LAS COLINAS TIENEN OJOS
Me estoy dando cuenta de que últimamente no estoy encontrando mucho tiempo, ni para escribir por aquí, ni para ver películas o buscar vídeos con el que rellenar neuronas. Este fin de semana he vuelto a Vigo para pasar un San Juan francamente divertido y reencontrarme con gente a la que ya tenía ganas de volver a ver y luego durante la semana el proyecto me ocupa bastante parte del día.
Aún así, hoy hemos sacado tiempo para ver tranquilos en casa, una película del año pasado, remake de otra de Wes Craven del año 77 (que aquí firma como guionista) y que ya dispone de secuela en nuestras pantallas. Es la sangrienta “Las colinas tienen ojos”.
La película trata de una familia que se decide a cruzar Usamérica en caravana aprovechando las bodas de plata de los progenitores.

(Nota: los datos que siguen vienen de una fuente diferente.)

"""Pull-in and pull-out voltages of a switch that jumps, and cycles until a limit is crossed (layer 3)."""

from __future__ import annotations

import math

import numpy as np

from benchmark.physics.extraction.points import Points
from benchmark.physics.extraction.result import (
    SETTING,
    SPACING,
    Accuracy,
    CannotExtract,
    Extracted,
    Part,
    Told,
    gathered,
    half_width,
    listed,
)

__all__ = ["cycles_to_failure", "jump_voltage"]


def jump_voltage(
    points: Points, factor: float | None = None, step: float | None = None, accuracy: Accuracy | None = None
) -> Extracted:
    """Return the control voltage at which a sweep jumps [V].

    Parameters
    ----------
    points : Points
        Current, or displacement [m], along control voltage [V]: the rising sweep gives the pull-in voltage, the falling
        one the pull-out voltage.
    factor : float
        A change by this factor or more between neighbouring points is part of the jump (currents).
    step : float
        A change by this much or more is part of the jump (displacements).
    accuracy : Accuracy
        Stated accuracies; only that of the voltage matters.

    Returns
    -------
    Extracted
        Middle of the two neighbouring points that bracket the jump; neighbouring large changes are one jump. Half the
        bracket is a half width. A reading at the floor counts as the floor, so a jump may be larger than it looks.

    Raises
    ------
    CannotExtract
        No change is large enough, or large changes are found at several places.
    """
    if factor is not None:
        if not np.all(points.y > 0.0):
            wrong = points.place[~(points.y > 0.0)]
            what = "a current that is not above 0 has no factor to its neighbour"
            raise CannotExtract(what, hint="declare the noise floor, or state a step", at=wrong)
        changes, least = np.abs(np.diff(np.log(points.y))), math.log(factor)
    else:
        changes, least = np.abs(np.diff(points.y)), float(step or 0.0)
    large = np.flatnonzero(changes >= least)
    if not large.size:
        biggest = int(np.argmax(changes))
        size = float(changes[biggest])
        shown = f"at most a factor {math.exp(size):.4g}" if factor is not None else Told("at most {}", "y", (size,))
        what = "the sweep has no jump of the stated size"
        raise CannotExtract(what, shown, at=points.place[[biggest, biggest + 1]])
    runs = np.split(large, np.flatnonzero(np.diff(large) > 1) + 1)
    if len(runs) > 1:
        what = "the sweep jumps at several places"
        found = listed("x", (0.5 * (points.x[run[0]] + points.x[run[-1] + 1]) for run in runs), "at ")
        raise CannotExtract(
            what, found, "one jump", "state a larger size of the jump", at=[int(points.place[run[0]]) for run in runs]
        )
    left, right = int(large[0]), int(large[-1]) + 1
    low, high = float(points.x[left]), float(points.x[right])
    parts = gathered(
        (Part(SPACING, half_width(0.5 * (high - low))), Part(SETTING, accuracy.setting if accuracy else 0.0))
    )
    return Extracted(
        0.5 * (low + high),
        parts,
        right - left + 1,
        (low, high),
        line_x=np.array([low, high]),
        line_y=points.y[[left, right]],
        used=points.place[left : right + 1],
    )


def cycles_to_failure(points: Points, limit: float) -> Extracted:
    """Return the number of switching cycles at which a column first crosses a limit [1].

    Parameters
    ----------
    points : Points
        What decides (resistance, current) along the number of cycles, above 0.
    limit : float
        The limit; the side of the first point counts as good.

    Returns
    -------
    Extracted
        Geometric middle of the last good and the first failed count, with half the distance in the logarithm as half
        width. Without a failure: a lower bound, the last count. A later return to the good side is remarked.

    Raises
    ------
    CannotExtract
        A count is not above 0, or the first point stands on the limit.
    """
    if not points.x[0] > 0.0:
        what = "a number of cycles must be above 0"
        raise CannotExtract(what, f"{points.x[0]:g}", at=[int(points.place[0])])
    side = np.sign(points.y - limit)
    if side[0] == 0.0:
        what = "the first point stands on the limit, so no side is good"
        raise CannotExtract(what, at=[int(points.place[0])])
    failed = np.flatnonzero(side != side[0])
    if not failed.size:
        last = float(points.x[-1])
        return Extracted(
            last, (), points.x.size, (float(points.x[0]), last), "at-least",
            np.array([last]), points.y[-1:], points.place, ("no failure within the data",),
        )  # fmt: skip
    right = int(failed[0])
    good, bad = float(points.x[right - 1]), float(points.x[right])
    value = math.sqrt(good * bad)
    returns = bool(np.any(side[right:] == side[0]))
    return Extracted(
        value,
        gathered((Part(SPACING, value * half_width(0.5 * math.log(bad / good))),)),
        2,
        (good, bad),
        line_x=np.array([good, bad]),
        line_y=points.y[[right - 1, right]],
        used=points.place[[right - 1, right]],
        remarks=("the column returns to the good side later",) if returns else (),
    )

Así, dicha pareja, sus tres vástagos y el marido y la hija pequeña de una de ellas se internan en el desierto de Nuevo Méjico contra la voluntad de casi todos.
Así llegan a una extraña gasolinera donde el viejo y extraño dependiente les recomienda un atajo para llegar antes a la soleada California. Pero sabemos que los problemas empezarán enseguida, ya que un rótulo inicial nos ha informado de que en el área se han producido pruebas nucleares que han desencadenado mutaciones genéticas a un grupo de mineros muy cabreados con el mundo.

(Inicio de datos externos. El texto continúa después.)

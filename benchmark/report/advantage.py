"""Advantage against required time, and advantage by node (layer 9)."""

from __future__ import annotations

from collections.abc import Mapping, Sequence
from typing import Any

from benchmark.record.shown_units import unit_words
from benchmark.report.drawing import Canvas, Label, Words
from benchmark.report.energy_delay import limits_of
from benchmark.report.figure import Chart, Row, checked
from benchmark.report.placing import Box, Placer, fitted, hatch, text_width, wrapped
from benchmark.report.rows import advantage_rows
from benchmark.report.spots import Spot, Spots
from benchmark.report.style import INK, LinearAxis, LogAxis, looks, positive, spec
from benchmark.report.words import amount, is_number, listed, number

__all__ = ["advantage_against_time", "advantage_by_node", "crossing_words", "level_lines_down", "levels", "stretches"]

Record = Mapping[str, Any]
WIDTH, HEIGHT = 610.0, 330.0
MARGINS = (64.0, 10.0, 12.0, 48.0)
#: least distance of marks along the line [pixel]
SPACING = 34.0


def levels(record: Record) -> list[tuple[float, str]]:
    """Return the lines every advantage is read against, with their words."""
    required = float(record["study"]["required_advantage"])
    if required == 1.0:
        return [(1.0, "1: equal, and the required advantage")]
    return [(1.0, "1: equal"), (required, f"{number(required, 3)}: required advantage")]


def stretches(rows: Sequence[Row], field: str) -> list[tuple[Any, list[Row]]]:
    """Split rows into neighbours with the same value of ``field``."""
    found: list[tuple[Any, list[Row]]] = []
    for row in rows:
        if found and found[-1][0] == row[field]:
            found[-1][1].append(row)
        else:
            found.append((row[field], [row]))
    return found


def crossing_words(record: Record) -> list[str]:
    """Say in words where the advantage crosses 1 and the required advantage."""
    rows = [row for row in record["advantage_against_time"] if is_number(row["advantage"])]
    words = []
    for level, name in levels(record):
        times = [row["time"] for row in record["crossings"] if row["level"] == level]
        label = "the required advantage " + number(level, 3) if "required" in name else "1 (equal)"
        if times:
            words.append(f"The advantage crosses {label} at {listed(amount(time, 's') for time in times)}.")
        elif rows:
            side = "at or above" if rows[0]["advantage"] >= level else "below"
            words.append(f"The advantage stays {side} {label} at every time both sides reach.")
    return words or ["There is no time that both sides reach, so there is no advantage to show."]
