"""Numbers read off measured curves, with their uncertainty (layer 3): nothing is smoothed, nothing extrapolated."""
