"""Contact resistance from contacts at several spacings, and slopes of a resistance (layer 3)."""

from __future__ import annotations

import math
from dataclasses import dataclass
from typing import Literal

import numpy as np

from benchmark.physics.extraction.lines import line_fit, relative_weights
from benchmark.physics.extraction.points import LEAST, Points
from benchmark.physics.extraction.result import (
    READING,
    SCATTER,
    SETTING,
    Accuracy,
    Array,
    CannotExtract,
    Extracted,
    Part,
    Told,
    gathered,
)

__all__ = ["Contacts", "contacts", "log_slope"]


@dataclass(frozen=True)
class Contacts:
    """What a line of resistance over spacing gives: per contact [ohm m], [ohm], [m], [ohm m^2]."""

    contact_resistance: Extracted
    sheet_resistance: Extracted
    transfer_length: Extracted
    contact_resistivity: Extracted


def contacts(
    spacing: Array,
    resistance_width: Array,
    weights: Literal["equal", "relative"] = "equal",
    accuracy: Accuracy | None = None,
) -> Contacts:
    """Fit R W = 2 R_c W + R_sheet L through contacts at several spacings.

    Parameters
    ----------
    spacing : array, shape (points,)
        L, distance between two contacts [m], in any order.
    resistance_width : array, shape (points,)
        R W, measured resistance times contact width [ohm m].
    weights : str
        "equal": readings equally accurate in ohm; "relative": in per cent.
    accuracy : Accuracy
        Stated accuracies: that of the readings and that of the spacing are common to all of them.

    Returns
    -------
    Contacts
        R_c W = intercept/2; R_sheet = slope; L_T = R_c W/R_sheet; rho_c = R_c W L_T, for contacts longer than about
        1.5 L_T. Errors from the residuals, with the covariance of intercept and slope. H. H. Berger, Solid-State
        Electronics 15, 145 (1972); D. K. Schroder, Semiconductor Material and Device Characterization (2006), section
        3.4; from memory. Another sheet under the contact makes L_T and rho_c wrong; R_c stays right.

    Raises
    ------
    CannotExtract
        Fewer than four structures, or the line has no positive intercept or slope.
    """
    stated = accuracy or Accuracy()
    length, product = np.asarray(spacing, dtype=np.float64), np.asarray(resistance_width, dtype=np.float64)
    if length.size < LEAST:
        what = "a line of contacts has too few structures"
        raise CannotExtract(what, str(length.size), f"{LEAST} or more", at=range(length.size))
    fit = line_fit(length, product, relative_weights(product) if weights == "relative" else None)
    intercept, slope = float(fit.intercept), float(fit.slope)
    if not (intercept > 0.0 and slope > 0.0):
        what = "the line of resistance over spacing must rise and meet spacing 0 above zero"
        found = f"intercept {intercept:.4g} ohm m, slope {slope:.4g} ohm"
        raise CannotExtract(what, found, "both above 0", "check spacings and the resistance of the leads")
    span = float(length.min()), float(length.max())
    line_x = np.array([0.0, span[1]])

    def read(value: float, by_intercept: float, by_slope: float, power: float, remarks: tuple[str, ...]) -> Extracted:
        """Propagate intercept and slope to a value that goes as a power of a common error of the readings."""
        variance = (
            (by_intercept * float(fit.intercept_error)) ** 2
            + (by_slope * float(fit.slope_error)) ** 2
            + 2.0 * by_intercept * by_slope * float(fit.covariance)
        )
        parts = (
            Part(SCATTER, math.sqrt(max(variance, 0.0)), fit.freedom),
            Part(READING, abs(value) * power * stated.reading),
            Part(SETTING, abs(by_intercept) * slope * stated.setting),
        )
        return Extracted(
            value,
            gathered(parts),
            fit.points,
            span,
            line_x=line_x,
            line_y=intercept + slope * line_x,
            used=np.arange(fit.points, dtype=np.int64),
            remarks=remarks,
        )

    long = ("for contacts longer than about 1.5 transfer lengths, and one sheet between and under them",)
    half = 0.5 * intercept
    return Contacts(
        read(half, 0.5, 0.0, 1.0, ()),
        read(slope, 0.0, 1.0, 1.0, ()),
        read(half / slope, 0.5 / slope, -half / slope**2, 0.0, long),
        read(half**2 / slope, half / slope, -((half / slope) ** 2), 1.0, long),
    )


def log_slope(
    points: Points, low: float | None = None, high: float | None = None, accuracy: Accuracy | None = None
) -> Extracted:
    """Return the slope of the natural logarithm of a resistance along pressure or drive, d ln R/dx [1/x].

    Parameters
    ----------
    points : Points
        Resistance [ohm] along pressure [Pa] or drive [V].
    low, high : float
        Part of the abscissa that is fitted; all of the data if left out.
    accuracy : Accuracy
        Stated accuracies, as if the two ends were read independently.

    Returns
    -------
    Extracted
        Slope of the least-squares line through ln R; negative where the resistance falls.

    Raises
    ------
    CannotExtract
        The span leaves the data, holds bounds or readings that are not above 0, or fewer than four points.
    """
    stated = accuracy or Accuracy()
    start, end = points.x[0] if low is None else low, points.x[-1] if high is None else high
    if start < points.x[0] or end > points.x[-1]:
        what = "the span leaves the data"
        found = Told("{} to {}", "x", (start, end))
        allowed = Told("{} to {}, without extrapolation", "x", (float(points.x[0]), float(points.x[-1])))
        raise CannotExtract(what, found, allowed)
    chosen = np.flatnonzero((points.x >= start) & (points.x <= end))
    if chosen.size < LEAST:
        what = "the span has too few points"
        raise CannotExtract(what, str(chosen.size), f"{LEAST} or more", at=points.place[chosen])
    wrong = chosen[~(points.trusted[chosen] & (points.y[chosen] > 0.0))]
    if wrong.size:
        what = "the span holds readings that are bounds or not above 0"
        raise CannotExtract(what, at=points.place[wrong])
    x, y = points.x[chosen], np.log(points.y[chosen])
    fit = line_fit(x, y)
    width = float(np.ptp(x))
    parts = (
        Part(SCATTER, float(fit.slope_error), fit.freedom),
        Part(READING, math.sqrt(2.0) * stated.reading / width),
        Part(SETTING, math.sqrt(2.0) * stated.setting * abs(float(fit.slope)) / width),
    )
    ends = x[[0, -1]]
    return Extracted(
        float(fit.slope),
        gathered(parts),
        x.size,
        (float(x[0]), float(x[-1])),
        line_x=ends,
        line_y=np.exp(fit.intercept + fit.slope * ends),
        used=points.place[chosen],
    )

Así, casi desde el primer minuto y sin tregua, la pantalla se irá salpicando de todo tipo de sustancias viscosas, vísceras y miembros cercenados conformando un film puramente gore, con todo lo que esto significa: humor macabro y casquería a partes iguales.

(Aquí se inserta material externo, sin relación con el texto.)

def test_other_constants_are_no_change_of_an_input(evenload: Run, records, tmp_path: Path):
    record = read(records[0], "record.json")
    assert record["constants"]["BOLTZMANN"] == 1.380649e-23
    record["constants"]["BOLTZMANN"] = 1.38e-23
    (tmp_path / "old.json").write_text(json.dumps(record), encoding="utf-8")
    found = json.loads(evenload("changes", "old.json", records[1], "--format", "json").out)
    assert "physical constants of the program changed: BOLTZMANN" in found["banners"]
    assert {"kind": "constant", "name": "BOLTZMANN", "old": "1.38e-23", "new": "1.380649e-23"} in found["other"]
    assert set(found["attribution"][0]["parts"]) == {"film-switch.actuator_coefficient"}
    del record["constants"]  # an older record does not state them
    (tmp_path / "old.json").write_text(json.dumps(record), encoding="utf-8")
    assert json.loads(evenload("changes", "old.json", records[1], "--format", "json").out)["banners"] == []


@pytest.mark.parametrize(
    ("arguments", "status", "message"),
    [
        (("run", "old/study.toml", "--since", "absent"), 3, "absent: does not exist"),
        (("run", "old/study.toml", "--since", "old/study.toml"), 3, "study.toml: is not a readable record"),
        (("run", "old/study.toml", "--since", "a", "--ratio-only"), 2, "--since needs absolute values of both runs"),
        (("run", "old/study.toml", "--anyway"), 2, "--anyway says how to compare with an earlier record; give --since"),
        (("changes", "a", "b", "--report", "x.pdf"), 2, "--report: x.pdf must end in .html, so that changes can read"),
        (
            ("changes", SET, SET, "--report", "x.html"),
            2,
            "two sets of values have no report; compare two studies or their records",
        ),
        (("changes", "old/study.toml", "old/study.toml", "--report", "no/x.html"), 3, "no/x.html: cannot be written"),
    ],
)
def test_messages_of_since_and_report(evenload: Run, two, arguments, status: int, message: str):
    ran = evenload(*arguments)
    assert ran.status == status
    assert message in ran.err


def test_other_criteria_in_the_same_folder_are_said_with_both_dates(evenload: Run, tmp_path: Path):
    for required, date in (("1.5", "2026-01-12"), ("2.0", "2026-02-20")):
        study = fixed_displacement(required=required).write(tmp_path / "study")
        ran = evenload("run", study, "--out", "a", "--quiet", "--freeze-time", f"{date}T00:00:00Z")
        assert ran.status == 0, ran.err
        assert ("Criteria changed after results" in ran.out) == (required == "2.0")
    assert "first used on 2026-02-20T00:00:00Z; before: used on 2026-01-12T00:00:00Z" in ran.out
    assert "required advantage 1.5 -> 2." in ran.out
    assert [row["fixed"] for row in read(tmp_path / "a", "record.json")["criteria"]["earlier"]] == [
        "2026-01-12T00:00:00Z"
    ]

La película está bien hecha, la trama mantiene al espectador entretenido y los actores están correctos, aunque realmente no aporta nada nuevo al género. Todo es esperado y ligeramente previsible en el clásico argumento en el que las muertes se van sucediendo una tras otra hasta que uno de los personajes toma las riendas de la situación sediento de venganza. Esto no quita para que, como ya he dicho, la factura sea más que correcta y se pueda pensar en su director Alexandre Aja como un valor a tener en cuenta en el futuro ya que dicen de él que posee una obra maestra del género con tan solo 28 años (y la cual aún no he visto, así que también habría que saber quién dice que es tan buena) llamada "Alta tensión" ("Haute tension").
En fin, que para una tarde de sábado tirado en el sofá (o de martes en este caso) cumple las expectativas.